Harmonic Mappings in the Plane

Download or Read eBook Harmonic Mappings in the Plane PDF written by Peter Duren and published by Cambridge University Press. This book was released on 2004-03-29 with total page 236 pages. Available in PDF, EPUB and Kindle.
Harmonic Mappings in the Plane
Author :
Publisher : Cambridge University Press
Total Pages : 236
Release :
ISBN-10 : 1139451278
ISBN-13 : 9781139451277
Rating : 4/5 (78 Downloads)

Book Synopsis Harmonic Mappings in the Plane by : Peter Duren

Book excerpt: Harmonic mappings in the plane are univalent complex-valued harmonic functions of a complex variable. Conformal mappings are a special case where the real and imaginary parts are conjugate harmonic functions, satisfying the Cauchy-Riemann equations. Harmonic mappings were studied classically by differential geometers because they provide isothermal (or conformal) parameters for minimal surfaces.
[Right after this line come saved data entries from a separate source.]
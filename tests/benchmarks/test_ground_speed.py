"""Time of what the ground adds to one transmission: plane waves, the figures of the sky, the other heights.

Targets on an ordinary core: the plane waves of a ring of 48 segments 20 ms, its power or sky power over 37 soils 1 ms,
the figures of the sky 50 ms, its cuts and lobes 70 ms, the other heights and the other plane 30 ms once their currents
are solved. Held to five times that, for a core that is shared or slow.
"""

import numpy as np
import pytest
from designs import plain_design
from pytest_benchmark.fixture import BenchmarkFixture
from scipy.constants import c

from magsafe.analysis.chain import Chain, chain
from magsafe.analysis.placing import placings
from magsafe.analysis.sky import pattern, sky
from magsafe.analysis.soil import permittivities
from magsafe.design.model import Design
from magsafe.design.shape import outline
from magsafe.physics.near_field import SegmentCurrents
from magsafe.physics.wave_spectrum import WaveSpectrum
from magsafe.spread import Spread

SLOW = 5.0  # times the target
FREQUENCY = 7.1e6


def least(benchmark: BenchmarkFixture) -> float:
    """Shortest round [s]; NaN with the clock off."""
    return float(benchmark.stats["min"]) if benchmark.stats else float("nan")


def design() -> Design:
    return plain_design(loop__centre_height="2 m", site__ground="average", capacitor__position="top")


def over_soil() -> tuple[Design, Chain]:
    made = design()
    return made, chain(made, FREQUENCY, outline(made.loop), Spread.exact(100.0))


def ring() -> SegmentCurrents:
    angle = 2.0 * np.pi * np.arange(49) / 48
    corners = 0.5 * np.column_stack([np.zeros(49), np.sin(angle), np.cos(angle)]) + np.array([0.0, 0.0, 2.0])
    current = np.cos(np.pi / c * FREQUENCY * (angle - np.pi)).astype(np.complex128)
    return SegmentCurrents(corners[:-1], corners[1:], current[:-1], current[1:], 0.011)


def test_the_plane_waves_of_a_ring(benchmark: BenchmarkFixture) -> None:
    soils = permittivities(design(), FREQUENCY)
    spectrum = benchmark(WaveSpectrum.of, ring(), FREQUENCY, soils)
    assert spectrum.free_power > 0.0
    assert not least(benchmark) > SLOW * 20e-3


@pytest.mark.parametrize("what", ["power", "sky_power"])
def test_a_ring_over_all_soils_of_a_span(benchmark: BenchmarkFixture, what: str) -> None:
    soils = permittivities(design(), FREQUENCY)
    spectrum = WaveSpectrum.of(ring(), FREQUENCY, soils)
    found = benchmark(getattr(spectrum, what), soils, np.zeros(1))
    assert found.shape[:2] == (37, 1)
    assert not least(benchmark) > SLOW * 1e-3


def test_the_figures_of_the_sky(benchmark: BenchmarkFixture) -> None:
    found = benchmark(sky, over_soil()[1])
    assert found is not None
    assert not least(benchmark) > SLOW * 50e-3


def test_the_pattern_and_its_lobes(benchmark: BenchmarkFixture) -> None:
    found = benchmark(pattern, over_soil()[1])
    assert found is not None
    assert not least(benchmark) > SLOW * 70e-3


def test_the_other_heights_and_the_other_plane(benchmark: BenchmarkFixture) -> None:
    found = benchmark(placings, *over_soil())
    assert len(found) == 6
    assert not least(benchmark) > SLOW * 30e-3
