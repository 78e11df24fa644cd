"""Time and memory of the near field: 10 000 points by 80 segments, one core.

The target is 0.4 s on an ordinary core. Memory is held to its bound, because that does not depend on the machine.
"""

import tracemalloc
from collections.abc import Callable
from math import pi

import numpy as np
import pytest
from numpy.typing import NDArray
from pytest_benchmark.fixture import BenchmarkFixture

from magsafe.physics.near_field import SegmentCurrents, fields

Array = NDArray[np.float64]

POINTS = 10_000
BYTES = 16 * 2**20  # ten thousand points by 320 nodes, held at once, would take 25 MB an array


def tapered_ring(count: int = 80, radius: float = 0.5) -> SegmentCurrents:
    angle = np.arange(count + 1) * 2.0 * pi / count
    corners = radius * np.column_stack([np.cos(angle), np.sin(angle), np.zeros(count + 1)])
    current = np.cos(0.3 * (angle - pi)).astype(np.complex128)
    return SegmentCurrents(corners[:-1], corners[1:], current[:-1], current[1:], 0.011)


def in_a_room() -> Array:
    return np.random.default_rng(1).uniform([-4.0, -4.0, 1.0], [4.0, 4.0, 9.0], (POINTS, 3))


def picture_plane() -> Array:
    axis = np.linspace(-1.0, 1.0, 100)
    across, along = (grid.ravel() for grid in np.meshgrid(axis, axis))
    return np.column_stack([across, along, np.full(POINTS, 0.02)])


def along_the_conductor() -> Array:
    angle = np.linspace(0.0, 2.0 * pi, POINTS)
    return np.column_stack([0.5 * np.cos(angle), 0.5 * np.sin(angle), np.full(POINTS, 0.012)])


@pytest.mark.parametrize("points", [in_a_room, picture_plane, along_the_conductor])
def test_ten_thousand_points_by_eighty_segments(benchmark: BenchmarkFixture, points: Callable[[], Array]) -> None:
    places, currents = points(), tapered_ring()
    electric, _ = benchmark(fields, places, currents, 7.1e6)
    assert electric.shape == (POINTS, 3)


def test_memory_does_not_grow_with_the_pairs() -> None:
    places, currents = picture_plane(), tapered_ring()
    tracemalloc.start()
    try:
        fields(places, currents, 7.1e6)
        _, peak = tracemalloc.get_traced_memory()
    finally:
        tracemalloc.stop()
    assert peak < BYTES
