"""Whole commands and their parts, measured. Not in the default run: pytest tests/benchmarks --override-ini addopts="".

Targets on an ordinary 2-core machine: `magsafe --help` under 0.3 s, `magsafe check` of the four-transmission sample
under 1.0 s, each as a whole process.
"""

import subprocess
import sys
from pathlib import Path

import pytest
from pytest_benchmark.fixture import BenchmarkFixture

import magsafe

SAMPLE = Path(__file__).parents[2] / "sample_designs" / "slipway_portable.toml"


@pytest.mark.parametrize(
    "arguments", [["--version"], ["--help"], ["check", str(SAMPLE)], ["check", str(SAMPLE), "--json"]],
    ids=["version", "help", "check", "check-json"],
)  # fmt: skip
def test_whole_process(benchmark: BenchmarkFixture, arguments: list[str]) -> None:
    def run() -> None:
        subprocess.run([sys.executable, "-m", "magsafe", *arguments], capture_output=True, check=False)

    benchmark.pedantic(run, rounds=9, warmup_rounds=1)  # type: ignore[no-untyped-call]


def test_check_without_start_up(benchmark: BenchmarkFixture) -> None:
    design = magsafe.read_design(SAMPLE)
    benchmark(magsafe.check, design)


def test_reading_a_design(benchmark: BenchmarkFixture) -> None:
    benchmark(magsafe.read_design, SAMPLE)
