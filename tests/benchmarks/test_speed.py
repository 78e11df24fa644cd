"""Whole commands and their parts, measured. Not in the default run: pytest tests/benchmarks --override-ini addopts="".

Targets on an ordinary 2-core machine: `magsafe --help` under 0.3 s, `magsafe check` of the four-transmission sample
with one rule, two places and keep-out under 1.5 s, each as a whole process.
"""

import subprocess
import sys
from pathlib import Path

import pytest
from pytest_benchmark.fixture import BenchmarkFixture

import magsafe
from magsafe.design.reading import parse_design
from magsafe.rules.limit import rule_names

SAMPLE = Path(__file__).parents[2] / "sample_designs" / "slipway_portable.toml"


@pytest.mark.parametrize(
    "arguments", [["--version"], ["--help"], ["check", str(SAMPLE)], ["check", str(SAMPLE), "--json"]],
    ids=["version", "help", "check", "check-json"],
)  # fmt: skip
def test_whole_process(benchmark: BenchmarkFixture, arguments: list[str]) -> None:
    def run() -> None:
        subprocess.run([sys.executable, "-m", "magsafe", *arguments], capture_output=True, check=False)

    benchmark.pedantic(run, rounds=9, warmup_rounds=1)  # type: ignore[no-untyped-call]


def test_whole_process_with_two_rules_and_three_places(benchmark: BenchmarkFixture, tmp_path: Path) -> None:
    text = SAMPLE.read_text(encoding="utf-8").replace('rules = ["us-fcc"]', 'rules = ["us-fcc", "icnirp-2020"]')
    text += '\n[[place]]\nname = "boat house"\nwho = "public"\nin_plane = "9 m"\nposture = "standing"\n'
    design = tmp_path / "slipway.toml"
    design.write_text(text, encoding="utf-8")

    def run() -> None:
        done = subprocess.run([sys.executable, "-m", "magsafe", "check", str(design)], capture_output=True, check=False)
        assert done.returncode == 0

    benchmark.pedantic(run, rounds=9, warmup_rounds=1)  # type: ignore[no-untyped-call]


def test_check_without_start_up(benchmark: BenchmarkFixture) -> None:
    design = magsafe.read_design(SAMPLE)
    benchmark(magsafe.check, design)


def test_reading_a_design(benchmark: BenchmarkFixture) -> None:
    benchmark(magsafe.read_design, SAMPLE)


def test_people_of_six_transmissions_under_every_rule(benchmark: BenchmarkFixture) -> None:
    """Places and keep-out of all rules that are there, after a first run: target 1.5 s."""
    text = SAMPLE.read_text(encoding="utf-8")
    listed = ", ".join(f'"{name}"' for name in rule_names())
    text = text.replace('rules = ["us-fcc"]', f"rules = [{listed}]")
    first = text.index("[[transmission]]")
    block = text[first : text.index("[[transmission]]", first + 1)]
    more = [block.replace("30 m telegraphy", f"{f} MHz").replace("10.12 MHz", f"{f} MHz") for f in ("18.08", "24.9")]
    text = text[:first] + "".join(more) + text[first:]
    design = parse_design(text.encode(), "six.toml")
    magsafe.check(design)
    sheet = benchmark.pedantic(magsafe.check, args=(design,), rounds=5)  # type: ignore[no-untyped-call]
    assert len(sheet.operating_points) == 6
    assert len({each.rule for each in sheet.operating_points[0].exposure}) == len(rule_names())
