"""How long the coupling loop of a transmission takes, and the fit of a sweep."""

from collections.abc import Callable
from pathlib import Path
from typing import Any

import pytest
from pytest_benchmark.fixture import BenchmarkFixture
from synthetic_sweeps import KnownLoop

from magsafe.analysis.operating_point import operating_points
from magsafe.analysis.small_loop_feed import one_for_all, sizing
from magsafe.design.reading import read_design
from magsafe.physics.resonance_fit import fit_resonance

SAMPLE = Path(__file__).parents[2] / "sample_designs" / "slipway_portable.toml"


def test_the_size_of_a_coupling_loop(benchmark: BenchmarkFixture) -> None:
    design = read_design(SAMPLE)
    made = operating_points(design)[0].chain
    assert made is not None
    found, _ = benchmark(sizing, design, made)
    assert found.likely is not None


def test_one_coupling_loop_for_four_transmissions(benchmark: BenchmarkFixture) -> None:
    design = read_design(SAMPLE)
    points = operating_points(design)
    chains = [each.chain for each in points if each.chain is not None]
    sizes = [each.figures.coupling_loop_diameter.spread.likely or 0.0 for each in points]
    ask: Callable[..., Any] = one_for_all
    assert benchmark(ask, design, chains, sizes) > 0.0


@pytest.mark.parametrize("points", [401, 1_000_000])
def test_the_fit_of_a_sweep(benchmark: BenchmarkFixture, points: int) -> None:
    frequency, reflection = KnownLoop(points=points, span=16.0, noise=0.005).sweep()
    found = benchmark(fit_resonance, frequency, reflection, 0.02)
    assert found.unloaded_q.value == pytest.approx(1000.0, rel=0.02)
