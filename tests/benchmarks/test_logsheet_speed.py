"""The sheet for the station log, measured. Not in the default run: pytest tests/benchmarks --override-ini addopts="".

Targets on an ordinary 2-core machine, whole process, four transmissions: HTML within 4 s, PDF within 6 s.
"""

import os
import subprocess
import sys
from pathlib import Path

import pytest
from pytest_benchmark.fixture import BenchmarkFixture

import magsafe

SAMPLES = Path(__file__).parents[2] / "sample_designs"


@pytest.mark.parametrize(("ending", "within"), [("html", 4.0), ("pdf", 6.0)])
def test_a_sheet_of_four_transmissions(benchmark: BenchmarkFixture, tmp_path: Path, ending: str, within: float) -> None:
    sample, file = SAMPLES / "slipway_portable.toml", tmp_path / f"sheet.{ending}"
    env = {**os.environ, "PYTHONPATH": str(Path(magsafe.__file__).parents[1])}
    command = [sys.executable, "-m", "magsafe", "logsheet", str(sample), "-o", str(file), "--replace"]

    def make() -> None:
        subprocess.run(command, check=True, capture_output=True, env=env)

    benchmark.pedantic(make, rounds=3, warmup_rounds=1)  # type: ignore[no-untyped-call]
    assert benchmark.stats is not None
    assert benchmark.stats.stats.min <= within
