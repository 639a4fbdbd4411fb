//! What the correction found, and the level that edges see with the doses as they were handed out.

use std::borrow::Cow;

use crate::expose::{self, Density};
use crate::geom::Rect;
use crate::quote::result::DoseMap;
use crate::units::Dose;

use super::{LongRange, Portion, charge, middle};

/// What edges see.
struct Seen<'a> {
    /// Backscatter of what is written.
    back: &'a Density,
    /// The doses of the correction.
    dose: &'a Density,
    /// Of the forward and all other parts.
    total: f64,
    /// Greatest distance from the threshold, a share of it.
    error: f64,
    least: f64,
    greatest: f64,
}

impl Seen<'_> {
    /// A wide edge in the middle of a rectangle that was given this dose.
    fn look(&mut self, rect: Rect, dose: f64) {
        let level = (dose + 2.0 * self.back.at_point(middle(rect))) / self.total;
        self.error = self.error.max((level - 1.0).abs());
        (self.least, self.greatest) = (self.least.min(dose), self.greatest.max(dose));
    }

    /// Shots with doses of their own one by one, others in the middle of the figure at the ends of its arrays.
    fn look_at(&mut self, portion: &Portion<'_>) {
        let rects = portion.shots.rects().map(|(rect, _)| rect);
        match &portion.shots {
            Cow::Owned(_) => {
                for rect in rects {
                    let rect = portion.transform.apply_rect(rect);
                    self.look(rect, self.dose.at_point(middle(rect)));
                }
            }
            Cow::Borrowed(_) => {
                let Some(bounds) = rects.reduce(Rect::hull) else {
                    return;
                };
                let bounds = portion.transform.apply_rect(bounds);
                for by in portion.repetition.ends(1) {
                    self.look(bounds.translated(by), portion.dose.0);
                }
            }
        }
    }
}

impl LongRange {
    /// Of placed shots at the doses they were given; `coverage` and `found` are what these came from.
    pub(super) fn summary(
        &self,
        coverage: &Density,
        found: &expose::Correction,
        portions: &[Option<Vec<Portion<'_>>>],
    ) -> DoseMap {
        // Beyond the frame, and in what cells reach beyond it, stands what the correction took there.
        let mut written = coverage.emptied().times(&found.dose);
        let all = || portions.iter().flatten().flatten();
        for portion in all() {
            let placed: Vec<(Rect, Dose)> = portion
                .shots
                .rects()
                .map(|(rect, dose)| (portion.transform.apply_rect(rect), dose * portion.dose.0))
                .collect();
            written.add_repeated(&placed, &portion.repetition);
        }
        let mut seen = Seen {
            back: &expose::backscattered(&written, &self.terms),
            dose: &found.dose,
            total: 1.0 + self.ratio(),
            error: 0.0,
            least: f64::INFINITY,
            greatest: 0.0,
        };
        let (mut corrected, mut plain) = (0.0, 0.0);
        for portion in all() {
            seen.look_at(portion);
            let copies = portion.repetition.count() as f64;
            let area = charge(&portion.shots);
            corrected += copies * area * portion.dose.0;
            plain += copies * area * portion.dose.0 / portion.mean.0;
        }
        let [low, high] = found.uncorrected_where_written(coverage);
        DoseMap {
            mesh_nm: coverage.mesh().0,
            wanted_mesh_nm: self.wanted_mesh().map_or(f64::INFINITY, |mesh| mesh.0),
            surroundings: coverage.around(),
            least_dose: seen.least,
            greatest_dose: seen.greatest,
            mean_dose: corrected / plain,
            uncorrected_level: [low, high],
            level_error: seen.error,
            rounds: found.rounds,
        }
    }
}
More recently they have been actively investigated by complex analysts as generalizations of univalent analytic functions, or conformal mappings. Many classical results of geometric function theory extend to harmonic mappings, but basic questions remain unresolved. This book is the first comprehensive account of the theory of planar harmonic mappings, treating both the generalizations of univalent analytic functions and the connections with minimal surfaces. Essentially self-contained, the book contains background material in complex analysis and a full development of the classical theory of minimal surfaces, including the Weierstrass-Enneper representation. It is designed to introduce non-specialists to a beautiful area of complex analysis and geometry.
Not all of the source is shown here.